The culprit was a man in full World War Two combat gear, holding a gas mask and a box in one hand and making angry gestures with the other.

“You sent her where??”

Mr Dunworthy was standing between the man and Warder, on crutches, and trying to be authoratative. “Ned, please, _we will get her back._ ”

“From _thirteen bloody nineteen??_ That’s not a mistake that’s cold murder!”

“I am sorry, Ned.” Warder says, and looked it. She also looked like she hasn’t slept in days, hair rumpled, jumper stained. I wondered where everyone was.

“Kivrin!” Mr. Dunworthy hops over to her. He looked like he’d been sleeping as well as I had, which is to say, not well at all. I became very aware that the last time I’d seen him had been weeks, rather than days ago. “We…have a problem, as you see.”

“Someone’s missing?”

“Not precisely. We have a fix, we know where she is, but-“

“-But instead of sending her to 1931 to a lovely house party, this pile of _imbeciles_ punched in the wrong number!” Ned had closed the gap between them alarmingly quickly. “Someone give me a sword.”

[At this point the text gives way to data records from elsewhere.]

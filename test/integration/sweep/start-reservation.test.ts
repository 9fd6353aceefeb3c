/**
 * A bench drives one run at a time, however the starts arrive: two starts in
 * one service at once, or two services (as two processes would) on one store
 * file with the same bench name. Exactly one run starts; the other start is
 * refused naming the run that holds the bench, and creates nothing. A run held
 * by a process that is gone on this host does not keep the bench.
 */
import { afterEach, beforeEach, describe, expect, it } from 'vitest';
import { spawnSync } from 'node:child_process';
import { hostname } from 'node:os';
import { join } from 'node:path';
import type { RolloffService } from '../../../app/service/service';
import { openServiceAt } from '../../../app/service/open-service';
import { BenchInUseError } from '../../../app/service/run-ownership';
import { SqliteStore } from '../../../app/store';
import { UserError } from '../../../app/errors';
import { newRun } from '../../store-conformance/fixtures';
import { invertingGain100, sweepRequest, tempFolder } from './helpers';

const BENCH = 'bench 1';

describe('starting runs on one bench', () => {
  let folder: ReturnType<typeof tempFolder>;
  let dbPath: string;
  const services: RolloffService[] = [];

  async function serviceOnBench(): Promise<RolloffService> {
    const service = await openServiceAt(dbPath, { maxStimulusVpp: 1, simulatedBench: { timeScale: 50 }, benchName: BENCH });
    services.push(service);
    return service;
  }

  beforeEach(() => {
    folder = tempFolder();
    dbPath = join(folder.path, 'runs.sqlite');
  });

  afterEach(async () => {
    for (const service of services.splice(0)) await service.close();
    folder.remove();
  });

  async function buildOn(service: RolloffService): Promise<number> {
    const design = await service.saveDesign(invertingGain100());
    return (await service.createBuild({ designId: design.id, label: 'board 1', notes: '', actualValues: {} })).id;
  }

  it('two starts at once in one service: one run drives the bench, the other start is refused and creates nothing', async () => {
    const service = await serviceOnBench();
    const buildId = await buildOn(service);
    await service.startSimulatedBenchForBuild(buildId);
    const request = sweepRequest(buildId, { from: 100, to: 10e3, refine: false });
    const [first, second] = await Promise.allSettled([service.startRun(request), service.startRun(request)]);
    const started = [first, second].filter((r) => r.status === 'fulfilled');
    const refused = [first, second].flatMap((r) => (r.status === 'rejected' ? [r.reason] : []));
    expect(started).toHaveLength(1);
    expect(refused).toHaveLength(1);
    expect(refused[0]).toBeInstanceOf(UserError);
    expect((refused[0] as Error).message).toMatch(/being started on this bench|is using the bench/);
    const runId = (started[0] as PromiseFulfilledResult<{ id: number }>).value.id;
    expect(await service.waitForRun(runId)).toBe('done');
    expect((await service.listRuns()).map((r) => r.id)).toEqual([runId]);
  });

  it('two services on one store file with the same bench name: one starts, the other is told which run holds the bench; once it ends the bench is free', async () => {
    const a = await serviceOnBench();
    const b = await serviceOnBench();
    const buildId = await buildOn(a);
    await a.startSimulatedBenchForBuild(buildId);
    await b.startSimulatedBenchForBuild(buildId);
    const request = sweepRequest(buildId, { from: 100, to: 10e3, refine: false });
    const results = await Promise.allSettled([a.startRun(request), b.startRun(request)]);
    const startedBy = results.flatMap((r, i) => (r.status === 'fulfilled' ? [{ service: [a, b][i], runId: r.value.id }] : []));
    const refused = results.flatMap((r) => (r.status === 'rejected' ? [r.reason] : []));
    expect(startedBy).toHaveLength(1);
    expect(refused).toHaveLength(1);
    expect(refused[0]).toBeInstanceOf(BenchInUseError);
    expect((refused[0] as BenchInUseError).runId).toBe(startedBy[0].runId);
    expect((refused[0] as Error).message).toMatch(new RegExp(`bench "${BENCH}" is in use: run ${startedBy[0].runId} is being driven by rolloff pid ${process.pid} on `));
    expect((await a.listRuns({ bench: BENCH })).map((r) => r.id)).toEqual([startedBy[0].runId]);

    expect(await startedBy[0].service.waitForRun(startedBy[0].runId)).toBe('done');
    const other = startedBy[0].service === a ? b : a;
    const next = await other.startRun(request); // the finished run gave the bench back
    expect(await other.waitForRun(next.id)).toBe('done');
  });

  it('a run held by a process that is gone on this host (heartbeat still fresh) does not keep the bench', async () => {
    const service = await serviceOnBench();
    const buildId = await buildOn(service);
    const exited = spawnSync(process.execPath, ['-e', '0']); // a process id that no longer exists
    const store = SqliteStore.open(dbPath);
    const left = await store.createOwnedRun(newRun(buildId, { benchName: BENCH }), { ownerId: `gone:${exited.pid}`, pid: exited.pid!, host: hostname(), label: 'a killed sweep' }, 10_000);
    expect(left.created).toBe(true);
    if (left.created) await store.updateRunStatus(left.run.id, 'running'); // killed mid-sweep
    await store.close();
    await service.startSimulatedBenchForBuild(buildId);
    const run = await service.startRun(sweepRequest(buildId, { from: 100, to: 1e3, refine: false }));
    expect(await service.waitForRun(run.id)).toBe('done');
    if (left.created) expect((await service.interruptedRuns()).map((r) => r.id)).toContain(left.run.id); // offered for resume, not lost
  });
});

“They can’t have just-“ I began to protest. Yes, that had happened on my drop, but it had been a complicated one, and the tech had been ill. It wasn’t like you just wrote in ‘1931’ and someone had made a typo.

“It’s a little more complicated than that.” Warder said wearily. “But not by enough.”

Mr Dunworthy held up a hand to prevent whatever onslaught Ned had in reserve.

“Kivrin, we need you to retrieve her. The net has opened twice and there’s no sign of her. We’re concerned she might not be able to return to the site-“

“Because there’s every chance you’ve killed her!”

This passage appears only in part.